(Collected data entries)
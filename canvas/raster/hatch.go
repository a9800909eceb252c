package raster

import (
	"math"

	"enfilade/canvas/paint"
)

// hatch is a family of parallel lines at 45°, worked out for each pixel by itself: how much of the pixel a line covers
// follows from the distance of the pixel's middle to the line's. That is exact along the line and needs no geometry.
type hatch struct {
	sign  int // of y in the running number x + sign*y of a pixel's diagonal
	start float64
	table [hatchSteps]uint8 // coverage by phase within the gap
	step  float64           // table entries a pixel to the right
}

const hatchSteps = 1024

func (h *hatch) set(s paint.HatchStyle) {
	gap, half := float64(s.Gap), float64(s.Width)/2
	for i := range h.table {
		d := (float64(i) + 0.5) / hatchSteps * gap
		d = math.Min(d, gap-d)
		h.table[i] = uint8(255*min(max(half+0.5-d, 0), 1)*min(1, 2*half) + 0.5)
	}
	// One pixel to the right is 1/√2 across the lines.
	h.step = hatchSteps / (gap * math.Sqrt2)
	h.sign = -1
	if s.Rising {
		h.sign = 1
	}
	// The pixel's middle is half a pixel right and down: x + y grows by one, x - y by nothing.
	middle := 0.0
	if s.Rising {
		middle = 1
	}
	h.start = middle - float64(s.Offset)
}

func (p *painter) hatchSpan(y, x0, x1 int, cover uint32) {
	a := scale(cover, p.a)
	h := &p.hatch
	// Fixed point with 16 bits below: the phase of the first pixel, then a constant step.
	phase := (float64(x0+h.sign*y) + h.start) * h.step
	phase -= math.Floor(phase/hatchSteps) * hatchSteps
	at, step := uint32(phase*65536), uint32(h.step*65536)
	pix := p.pix[(y*p.w+x0)*4 : (y*p.w+x1)*4]
	for ; len(pix) >= 4; pix = pix[4:] {
		if c := uint32(h.table[at>>16%hatchSteps]); c != 0 {
			p.pairs.one(pix, full(scale(a, c)))
		}
		at += step
	}
}
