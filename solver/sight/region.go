package sight

import (
	"math"
	"slices"

	"enfilade/solver/exact"
)

// Kind says what a piece of a region's border is.
type Kind uint8

// The kinds of border.
const (
	Wall      Kind = iota // on something that stops sight
	Occluding             // the floor goes on behind it
	ClipSide              // a side of the view angle or the border of the range
	numKinds
)

// Vertex is a point of a region's border: At + Dir·Num/Den. On the grid Num is 0.
type Vertex struct {
	At       exact.Pt
	Dir      exact.Vec
	Num, Den int64 // Den > 0
}

// gridVertex returns the vertex at a grid point.
func gridVertex(p exact.Pt) Vertex { return Vertex{At: p, Den: 1} }

// OnGrid reports whether v is a grid point as written.
func (v Vertex) OnGrid() bool { return v.Num == 0 }

// Offset returns v minus origin in grid units; it only measures, to a few parts in 2^53 of the offset.
func (v Vertex) Offset(origin exact.Pt) (x, y float64) {
	t := float64(v.Num) / float64(v.Den)
	return float64(v.At.X-origin.X) + t*float64(v.Dir.X), float64(v.At.Y-origin.Y) + t*float64(v.Dir.Y)
}

// Region is what is seen from a point: one counter-clockwise ring around it.
type Region struct {
	Eye      exact.Pt
	Expanded int // triangles entered: the measure of the work done
	ring     []Vertex
	kinds    []Kind
	xy       [][2]float64 // offsets of the vertices from the eye
	first    int          // index of the vertex that comes first
}

// Len returns the number of vertices.
func (r *Region) Len() int { return len(r.ring) }

// Vertex returns vertex i.
func (r *Region) Vertex(i int) Vertex { return r.ring[r.index(i)] }

// Kind returns what the border from vertex i to the next one is.
func (r *Region) Kind(i int) Kind { return r.kinds[r.index(i)] }

// Point returns vertex i in grid units.
func (r *Region) Point(i int) (x, y float64) {
	p := r.xy[r.index(i)]
	return float64(r.Eye.X) + p[0], float64(r.Eye.Y) + p[1]
}

// index returns where vertex i is stored.
func (r *Region) index(i int) int {
	if i += r.first; i >= len(r.ring) {
		i -= len(r.ring)
	}
	return i
}

// Area returns the area in grid units squared. The ring is star-shaped around the eye, so no term is negative and nothing
// cancels.
func (r *Region) Area() float64 {
	sum := 0.0
	for i := range r.xy {
		a, b := r.side(i)
		sum += a[0]*b[1] - a[1]*b[0]
	}
	return sum / 2
}

// Lengths returns the length of the border by kind, in grid units, indexed by Kind.
func (r *Region) Lengths() [3]float64 {
	var sum [numKinds]float64
	for i := range r.xy {
		a, b := r.side(i)
		sum[r.Kind(i)] += math.Hypot(b[0]-a[0], b[1]-a[1])
	}
	return sum
}

// side returns the ends of the border from vertex i to the next one, as offsets from the eye.
func (r *Region) side(i int) (a, b [2]float64) {
	k := r.index(i)
	if a = r.xy[k]; k+1 == len(r.xy) {
		return a, r.xy[0]
	}
	return a, r.xy[k+1]
}

func (r *Region) reset(eye exact.Pt) {
	r.Eye, r.first = eye, 0
	r.ring, r.kinds, r.xy = r.ring[:0], r.kinds[:0], r.xy[:0]
}

func (r *Region) add(v Vertex, k Kind) {
	x, y := v.Offset(r.Eye)
	r.ring = append(r.ring, v)
	r.kinds = append(r.kinds, k)
	r.xy = append(r.xy, [2]float64{x, y})
}

// strip is the end of a region's ring, open for vertices to be written.
type strip struct {
	eye   exact.Pt
	n     int // written so far
	ring  []Vertex
	kinds []Kind
	xy    [][2]float64
}

// open makes room for n more vertices.
func (r *Region) open(n int) strip {
	k := len(r.ring)
	r.ring, r.kinds, r.xy = slices.Grow(r.ring, n), slices.Grow(r.kinds, n), slices.Grow(r.xy, n)
	return strip{r.Eye, 0, r.ring[k : k+n], r.kinds[k : k+n], r.xy[k : k+n]}
}

// close takes over what was written to s.
func (r *Region) close(s strip) {
	n := len(r.ring) + s.n
	r.ring, r.kinds, r.xy = r.ring[:n], r.kinds[:n], r.xy[:n]
}

// canonical lets the ring begin at its lowest left corner, or, where it passes that more than once, at the time that goes on
// to the lowest left one: the same region then has the same bits, however the mesh under it came about.
func (r *Region) canonical() {
	r.first = 0
	for i, p := range r.xy {
		q := r.xy[r.first]
		if p[0] < q[0] || p[0] == q[0] && (p[1] < q[1] || p[1] == q[1] && i > 0 && r.goesLower(i, r.first)) {
			r.first = i
		}
	}
}

// goesLower reports whether the corner that follows stored corner i comes before the one that follows corner k.
func (r *Region) goesLower(i, k int) bool {
	n := len(r.xy)
	p, q := r.xy[(i+1)%n], r.xy[(k+1)%n]
	return p[0] < q[0] || p[0] == q[0] && p[1] < q[1]
}

// turn rotates s so that element k comes first.
func turn[T any](s []T, k int) {
	flip(s[:k])
	flip(s[k:])
	flip(s)
}

func flip[T any](s []T) {
	for i, j := 0, len(s)-1; i < j; i, j = i+1, j-1 {
		s[i], s[j] = s[j], s[i]
	}
}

■ WHAT YOU WILL DO
Copy nothing except the lines from the one with "follows corner k." through the end of the records; keep each exactly as it appears, first and last included.

■ COMPLETED EXERCISE
// goesLower reports whether the corner that follows stored corner i comes before the one that follows corner k.
func (r *Region) goesLower(i, k int) bool {
	n := len(r.xy)
	p, q := r.xy[(i+1)%n], r.xy[(k+1)%n]
	return p[0] < q[0] || p[0] == q[0] && p[1] < q[1]
}

// turn rotates s so that element k comes first.
func turn[T any](s []T, k int) {
	flip(s[:k])
	flip(s[k:])
	flip(s)
}

func flip[T any](s []T) {
	for i, j := 0, len(s)-1; i < j; i, j = i+1, j-1 {
		s[i], s[j] = s[j], s[i]
	}
}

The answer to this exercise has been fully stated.